(Collected data entries)
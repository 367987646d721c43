import { createTransport } from 'nodemailer'
import { IsNull } from 'typeorm'
import { addDays, type Day } from '../../shared/days.ts'
import type { LetterDraft } from '../../shared/letters.ts'
import { nextVisitSentence } from '../../shared/letterTemplates.ts'
import { database } from '../dataSource.ts'
import { Alert } from '../entities/Alert.ts'
import { findLetter } from '../queries/letters.ts'
import { findReceivedLetter } from '../queries/receivedLetters.ts'
import { SchoolAdvice } from '../entities/SchoolAdvice.ts'
import { Task } from '../entities/Task.ts'
import { actOnAlert } from '../services/alerts.ts'
import { replyToAdvice } from '../services/classes.ts'
import { approveLetter } from '../services/letterApproval.ts'
import { sendLetter } from '../services/letterSending.ts'
import { changeLetter, createProgressLetter, returnLetter, submitLetter } from '../services/letters.ts'
import { deliverDue } from '../services/outboxWorker.ts'
import { recordLetterRead } from '../services/receivedLetters.ts'
import { endAdvice, publishAdvice } from '../services/schoolAdvice.ts'
import { addTask, finishTask } from '../services/tasks.ts'
import { transact } from '../services/transact.ts'
import type {
  DemoAdvice,
  DemoAlertAction,
  DemoLetter,
  DemoLetterAct,
  DemoLetterText,
  DemoTask,
} from './demo/demoTypes.ts'
import type { StaffKey } from './demo/people.ts'
import { accepting, acting, childOf, idIn, storyOf, type Scene } from './playScene.ts'
import { actorOf } from './seedPeople.ts'

export const playAdvice = async (
  scene: Scene,
  number: number,
  { advice, demoToday }: { advice: DemoAdvice; demoToday: Day },
): Promise<void> => {
  const { actor, access } = await acting(scene, number, advice.by)
  const items = advice.items.map(({ itemId, because }) => ({ itemId, because }))
  await publishAdvice(actor, access, { items, checkBy: addDays(demoToday, advice.checkByDay) }, null)
}

const liveAdvice = (childId: string, itemId: string) =>
  database().manager.findOneOrFail(SchoolAdvice, {
    where: { childId, itemId },
    order: { publishedAt: 'DESC' },
  })

export const playReply = async (
  scene: Scene,
  number: number,
  itemId: string,
  { answer, reason, by }: NonNullable<DemoAdvice['items'][number]['reply']>,
): Promise<void> => {
  const { actor, access } = await acting(scene, number, by)
  const { id } = await liveAdvice(access.childId, itemId)
  await replyToAdvice(actor, access, id, { reply: answer, reason }, null)
}

export const playAdviceEnd = async (scene: Scene, number: number, advice: DemoAdvice): Promise<void> => {
  const { actor, access } = await acting(scene, number, advice.by)
  for (const { itemId } of advice.items)
    await endAdvice(actor, access, (await liveAdvice(access.childId, itemId)).id)
}

/** The author writes the date agreed for the next visit, which may not have stood on the record yet. */
const withDate = (text: string, { nextVisitDay }: DemoLetter, demoToday: Day): string => {
  if (nextVisitDay === null) return text
  const [, ...rest] = text.split('\n\n')
  return [nextVisitSentence(addDays(demoToday, nextVisitDay)), ...rest].join('\n\n')
}

/** Puts the author's wording in place of the assembled sections; null leaves a section out. */
const reworded = (
  assembled: LetterDraft,
  demo: DemoLetter,
  wording: DemoLetterText,
  demoToday: Day,
): LetterDraft => ({
  salutation: demo.salutation ?? assembled.salutation,
  nextVisitOn: demo.nextVisitDay === null ? null : addDays(demoToday, demo.nextVisitDay),
  sections: assembled.sections.flatMap((section) => {
    const text = wording[section.id]
    if (text === null) return []
    if (text === undefined && section.id === 'next')
      return [{ ...section, text: withDate(section.text, demo, demoToday) }]
    return [{ ...section, text: text ?? section.text }]
  }),
})

export const playLetter = async (
  scene: Scene,
  number: number,
  { letter, index, demoToday }: { letter: DemoLetter; index: number; demoToday: Day },
): Promise<void> => {
  const who = await acting(scene, number, letter.author)
  const id = await createProgressLetter(who.actor, who.access, null)
  storyOf(scene, number).letterIds.set(index, id)
  const { content } = await findLetter(who.access, id)
  for (const wording of [letter.firstWording, letter.wording]) {
    if (wording === null) continue
    const stored = await findLetter(who.access, id)
    const text = reworded(content, letter, wording, demoToday)
    await changeLetter(who.actor, who.access, stored, stored.version, text)
  }
}

const refusing = createTransport({
  name: 'refusing',
  version: '1',
  send: (_mail, done) => done(Object.assign(new Error('refused'), { responseCode: 550 })),
})

export const playLetterAct = async (
  scene: Scene,
  number: number,
  { act, index, author }: { act: DemoLetterAct; index: number; author: StaffKey },
): Promise<void> => {
  const story = storyOf(scene, number)
  const { actor, viewer, access } = await acting(scene, number, 'by' in act ? act.by : author)
  const letter = await findLetter(access, idIn(story.letterIds, index))
  switch (act.act) {
    case 'submit':
      return submitLetter(actor, access, letter, letter.version)
    case 'return':
      return returnLetter(actor, access, letter, letter.version, { reason: act.reason })
    case 'approve':
      return approveLetter(actor, access, letter, letter.version, { overrides: act.overrides })
    case 'send': {
      const guardianIds = act.carers.map((carer) => story.guardianIds[carer] ?? '')
      // Only this letter is refused: neither what waited before it nor what its author is told.
      if (act.outcome === 'failed') await deliverDue(accepting, scene.appUrl)
      await sendLetter(actor, access, letter, letter.version, guardianIds, scene.appUrl)
      if (act.outcome === 'failed') await deliverDue(refusing, scene.appUrl, guardianIds.length)
      if (act.outcome === 'queued' || act.outcome === 'cancelled') return holdBack(viewer.id)
      await deliverDue(accepting, scene.appUrl)
      if (act.outcome === 'opened')
        for (const carer of act.carers) await openLetter(scene, number, carer, letter.id)
    }
  }
}

/** Leaves this letter's e-mail waiting while the others of the story go out. */
const holdBack = async (enqueuedById: string): Promise<void> => {
  await database().query(
    `UPDATE outbox_messages SET nextAttemptAt = DATE_ADD(nextAttemptAt, INTERVAL 9 HOUR) WHERE state = 'queued' AND enqueuedById = ?`,
    [enqueuedById],
  )
}

const openLetter = async (scene: Scene, number: number, carer: number, letterId: string): Promise<void> => {
  const account = childOf(scene, number).carers[carer]?.account
  if (!account) return
  const actor = actorOf(scene.people, account)
  await recordLetterRead(actor, await findReceivedLetter(actor.viewer, letterId), 'text')
}

export const playAlertAction = async (
  scene: Scene,
  number: number,
  { flag, by, action }: { flag: DemoAlertAction['flag']; by: StaffKey; action: string },
): Promise<void> => {
  const { actor, access } = await acting(scene, number, by)
  const alert = await database().manager.findOneByOrFail(Alert, {
    childId: access.childId,
    flag,
    actedAt: IsNull(),
  })
  await actOnAlert(actor, access, alert.id, { action })
}

export const playTask = async (
  scene: Scene,
  number: number,
  { task, index, demoToday }: { task: DemoTask; index: number; demoToday: Day },
): Promise<void> => {
  const story = storyOf(scene, number)
  const id = await transact(actorOf(scene.people, 'ines'), async (tx, record) => {
    const taskId = await addTask(tx, {
      childId: story.childId,
      kind: task.kind,
      text: task.text,
      dueOn: addDays(demoToday, task.dueDay),
      assigneeId: task.assignee === null ? null : actorOf(scene.people, task.assignee).viewer.id,
      otherwise: task.forRole ?? 'clinicLead',
    })
    record({ action: 'task.added', objectType: 'task', objectId: taskId, childId: story.childId })
    return taskId
  })
  story.taskIds.set(index, id)
}

export const playTaskEnd = async (
  scene: Scene,
  number: number,
  index: number,
  by: StaffKey,
): Promise<void> => {
  const actor = actorOf(scene.people, by)
  await finishTask(actor, actor.viewer, idIn(storyOf(scene, number).taskIds, index))
}

export const playOwnTasksEnd = async (
  scene: Scene,
  number: number,
  kind: string,
  by: StaffKey,
): Promise<void> => {
  const actor = actorOf(scene.people, by)
  const { childId } = storyOf(scene, number)
  const open = await database().manager.findBy(Task, { childId, kind, doneAt: IsNull() })
  for (const { id } of open) await finishTask(actor, actor.viewer, id)
}
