import { changeSettings } from '../services/settings.ts'
import { createClass, createSchool } from '../services/schools.ts'
import { dayOf } from '../../shared/days.ts'
import { now, setClock } from '../clock.ts'
import { clinicSettings } from './demo/clinic.ts'
import { parents } from './demo/parents.ts'
import { staff, teachers } from './demo/people.ts'
import { schools, schoolYearOf, type ClassKey } from './demo/schools.ts'
import { actorOf, seedPeople, type People } from './seedPeople.ts'

const seedSchools = async (people: People): Promise<Map<ClassKey, string>> => {
  const pauline = actorOf(people, 'pauline')
  const classes = new Map<ClassKey, string>()
  const schoolYear = schoolYearOf(dayOf(now(), clinicSettings.timeZone))
  for (const school of schools) {
    const schoolId = await createSchool(pauline, { name: school.name, town: school.town }, null)
    const teacherId = actorOf(people, school.teacher).viewer.id
    for (const { key, name, ages } of school.classes)
      classes.set(key, await createClass(pauline, { schoolId, name, schoolYear, ages, teacherId }, null))
  }
  return classes
}

/** Days before the demo day on which the clinic's own set-up is dated. */
const setUpDays = 460

/** Makes the whole demo clinic. The clock is moved to each event and put back at the end. */
export const seedClinic = async (): Promise<void> => {
  const demoNow = now()
  setClock(() => new Date(demoNow.getTime() - setUpDays * 86_400_000))
  try {
    const people = await seedPeople([...staff, ...teachers, ...parents])
    await changeSettings(actorOf(people, 'ines'), clinicSettings, 0)
    await seedSchools(people)
  } finally {
    setClock(() => new Date())
  }
}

[EXERCISE REQUIREMENTS] If a line contains the word "author", it counts; please state how many such lines the records above have, and nothing more.

[SOLUTION BELOW] 6